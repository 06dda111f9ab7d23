import { describe, expect, test } from 'vitest';
import fc from 'fast-check';
import { BUILTIN_PROFILES } from '#shared/kernel/profiles/builtin-profiles.ts';
import { checkLayerTemplate } from '#shared/kernel/profiles/check-layer-template.ts';
import type { FileProfile } from '#shared/kernel/profiles/file-profile.ts';
import { LayerClash } from '#shared/kernel/profiles/layer-clash.ts';
import { layerName } from '#shared/kernel/profiles/layer-name.ts';
import { nameLayers } from '#shared/kernel/profiles/name-layers.ts';
import type { Particulars } from '#shared/kernel/particulars/particulars.ts';
import { workFrame } from '#shared/kernel/work-frame.ts';
import { dado, workedExample } from '../../../builders/worked-example.ts';

const [standard, , axisOnly] = BUILTIN_PROFILES.map((p) => p.profile) as [FileProfile, FileProfile, FileProfile];
const names = (particulars: Particulars, profile: Partial<FileProfile> = {}) =>
  Object.fromEntries(
    [...nameLayers(workFrame(particulars), { ...standard, ...profile })].map(([key, layer]) => [key, layer.name]),
  );

test('When a shop has made no profile, then it has the three that come with the product', () => {
  expect(BUILTIN_PROFILES.map(({ id, profile }) => [id, profile.flavour, profile.openingLines])).toEqual([
    ['r2007', 'R2007', 'both'],
    ['r12', 'R12', 'both'],
    ['axis-only', 'R2007', 'axis'],
  ]);
  expect(new Set(BUILTIN_PROFILES.map((p) => p.profile.name.toLowerCase())).size).toBe(3);
});

describe('When layers are named by the default template', () => {
  test('then they have the names that help and sheets use', () => {
    expect(names(workedExample())).toEqual({
      'back/DADO': 'BACK_DADO',
      'back/SQUARING': 'BACK_SQUARING',
      'back/BLANK': 'BACK_BLANK',
      'front/OPENING': 'FRONT_OPENING',
      'front/OPENING_AXIS': 'FRONT_OPENING_AXIS',
      'front/CORNER_LIFT': 'FRONT_CORNER_LIFT',
      'front/PERIMETER': 'FRONT_PERIMETER',
      'front/BLANK': 'FRONT_BLANK',
    });
  });

  test('then dados of several depths say theirs', () => {
    const particulars = workedExample({ dados: [dado(), dado({ at: 20, depth: 0.375 })] });
    expect(names(particulars)).toMatchObject({
      'back/DADO_D0250': 'BACK_DADO_D0250',
      'back/DADO_D0375': 'BACK_DADO_D0375',
    });
  });

  test('then a profile with one of the opening layers has no name for the other', () => {
    expect(names(workedExample(), axisOnly)).not.toHaveProperty('front/OPENING');
    expect(names(workedExample(), { openingLines: 'entered' })).not.toHaveProperty('front/OPENING_AXIS');
  });

  test('then labels have a layer of their own on each face, when wanted', () => {
    expect(names(workedExample(), { labels: true })).toMatchObject({
      'back/LABELS': 'BACK_LABELS',
      'front/LABELS': 'FRONT_LABELS',
    });
    expect(names(workedExample())).not.toHaveProperty('front/LABELS');
  });
});

describe('When a template names the cutter and the depth', () => {
  const { cutters } = workedExample();
  const particulars = workedExample({
    cutters: {
      ...cutters,
      dado: { ...cutters.dado, name: 'Düse 3/8"', number: 4 },
      opening: { ...cutters.opening, number: 12 },
    },
  });
  const layerTemplate = '{face}-{set}-{cutter}-{depth}';

  test('then the cutter is its name, its number or its task, and the depth thousandths of an inch', () => {
    expect(names(particulars, { layerTemplate, openingLines: 'axis' })).toEqual({
      'back/DADO': 'BACK-DADO-DUSE_3_8_-0250',
      'back/SQUARING': 'BACK-SQUARING-SQUARING-0770',
      'back/BLANK': 'BACK-BLANK-NONE-0000',
      'front/OPENING_AXIS': 'FRONT-OPENING_AXIS-T12-0813',
      'front/CORNER_LIFT': 'FRONT-CORNER_LIFT-T12-0813',
      'front/PERIMETER': 'FRONT-PERIMETER-PERIMETER-0770',
      'front/BLANK': 'FRONT-BLANK-NONE-0000',
    });
  });

  test('then a file in millimetres says hundredths of a millimetre', () => {
    expect(names(particulars, { layerTemplate, unit: 'mm' })['back/DADO']).toBe('BACK-DADO-DUSE_3_8_-0635');
  });
});

describe('When a template does not tell the line sets of a frame apart, then the frame is refused and nothing is merged', () => {
  test.each<[string, Particulars, Partial<FileProfile>, RegExp]>([
    [
      'no {set}',
      workedExample(),
      { layerTemplate: '{face}_{cutter}' },
      /front\/OPENING and front\/OPENING_AXIS would both be on layer FRONT_OPENING/,
    ],
    [
      'no {face}, both blanks',
      workedExample(),
      { layerTemplate: '{set}' },
      /back\/BLANK and front\/BLANK would both be on layer BLANK/,
    ],
    [
      'names cut off at 31 characters',
      workedExample(),
      { layerTemplate: 'a-shop-with-a-rather-long-name-{face}-{set}' },
      /would both be on layer A-SHOP-WITH-A-RATHER-LONG-NAME/,
    ],
  ])('%s', (_, particulars, profile, message) => {
    expect(() => names(particulars, profile)).toThrow(LayerClash);
    expect(() => names(particulars, profile)).toThrow(message);
  });
});

test('When two depths of dado round to the same thousandth, then their layers take the digits that tell them apart', () => {
  const named = names(workedExample({ dados: [dado(), dado({ at: 20, depth: 0.2501 })] }), {});
  expect(Object.values(named)).toEqual(expect.arrayContaining(['BACK_DADO_D02500', 'BACK_DADO_D02501']));
});

describe('When a template is checked as it is typed', () => {
  test('then a good one gives an example for each line set that a frame can have', () => {
    const checked = checkLayerTemplate('{face}_{set}');
    expect(checked.ok && checked.example.map((e) => e.name)).toEqual([
      'BACK_DADO',
      'BACK_SQUARING',
      'BACK_BLANK',
      'BACK_LABELS',
      'FRONT_BEAD_INNER',
      'FRONT_BEAD_OUTER',
      'FRONT_QUIRK',
      'FRONT_QUIRK_CORNER',
      'FRONT_OPENING',
      'FRONT_OPENING_AXIS',
      'FRONT_CORNER_LIFT',
      'FRONT_CORNER_VEE',
      'FRONT_PERIMETER',
      'FRONT_BLANK',
      'FRONT_LABELS',
    ]);
  });

  test.each([
    ['{face}', /back\/DADO and back\/SQUARING would both be on layer BACK/],
    ['{set}', /back\/BLANK and front\/BLANK/],
    ['{face}_{cutter}', /would both be on layer/],
    ['{face}_{tool}', /\{face\}, \{set\}, \{cutter\} and \{depth\} in braces, not \{tool\}/],
    ['{face_{set}', /not \{/],
    ['', /not empty/],
    ['---', /not empty/],
    ['0', /"0"/],
  ])('then %j is refused with what it takes', (template, takes) => {
    const checked = checkLayerTemplate(template);
    expect(checked.ok).toBe(false);
    if (!checked.ok) expect(checked.takes).toMatch(takes);
  });

  test('then whatever is typed, each name of the example can be a layer in any program, or the template is refused', () => {
    fc.assert(
      fc.property(
        fc.array(
          fc.oneof(
            fc.string({ unit: 'grapheme', maxLength: 6 }),
            fc.constantFrom('{face}', '{set}', '{cutter}', '{depth}'),
          ),
          { maxLength: 6 },
        ),
        (parts) => {
          const checked = checkLayerTemplate(parts.join(''));
          if (!checked.ok) return checked.takes !== '';
          const all = checked.example.map((e) => e.name);
          return (
            all.every((n) => /^[A-Z0-9_-]{1,31}$/.test(n)) &&
            new Set(all.map((n) => n.toLowerCase())).size === all.length
          );
        },
      ),
      { numRuns: 300 },
    );
  });
});

test('When a name is made, then marks fall off letters and all else becomes an underscore', () => {
  expect(layerName(' Ünter {face}: größe/{set}! ', { face: 'back', set: 'DADO', cutter: '', depth: '' })).toBe(
    'UNTER_BACK_GROSSE_DADO',
  );
});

#### WHAT IS REQUIRED:
When a line in the material above includes the word "toMatchObject", copy that line.

#### RESULT OF THIS TASK:
    expect(names(particulars)).toMatchObject({
    expect(names(workedExample(), { labels: true })).toMatchObject({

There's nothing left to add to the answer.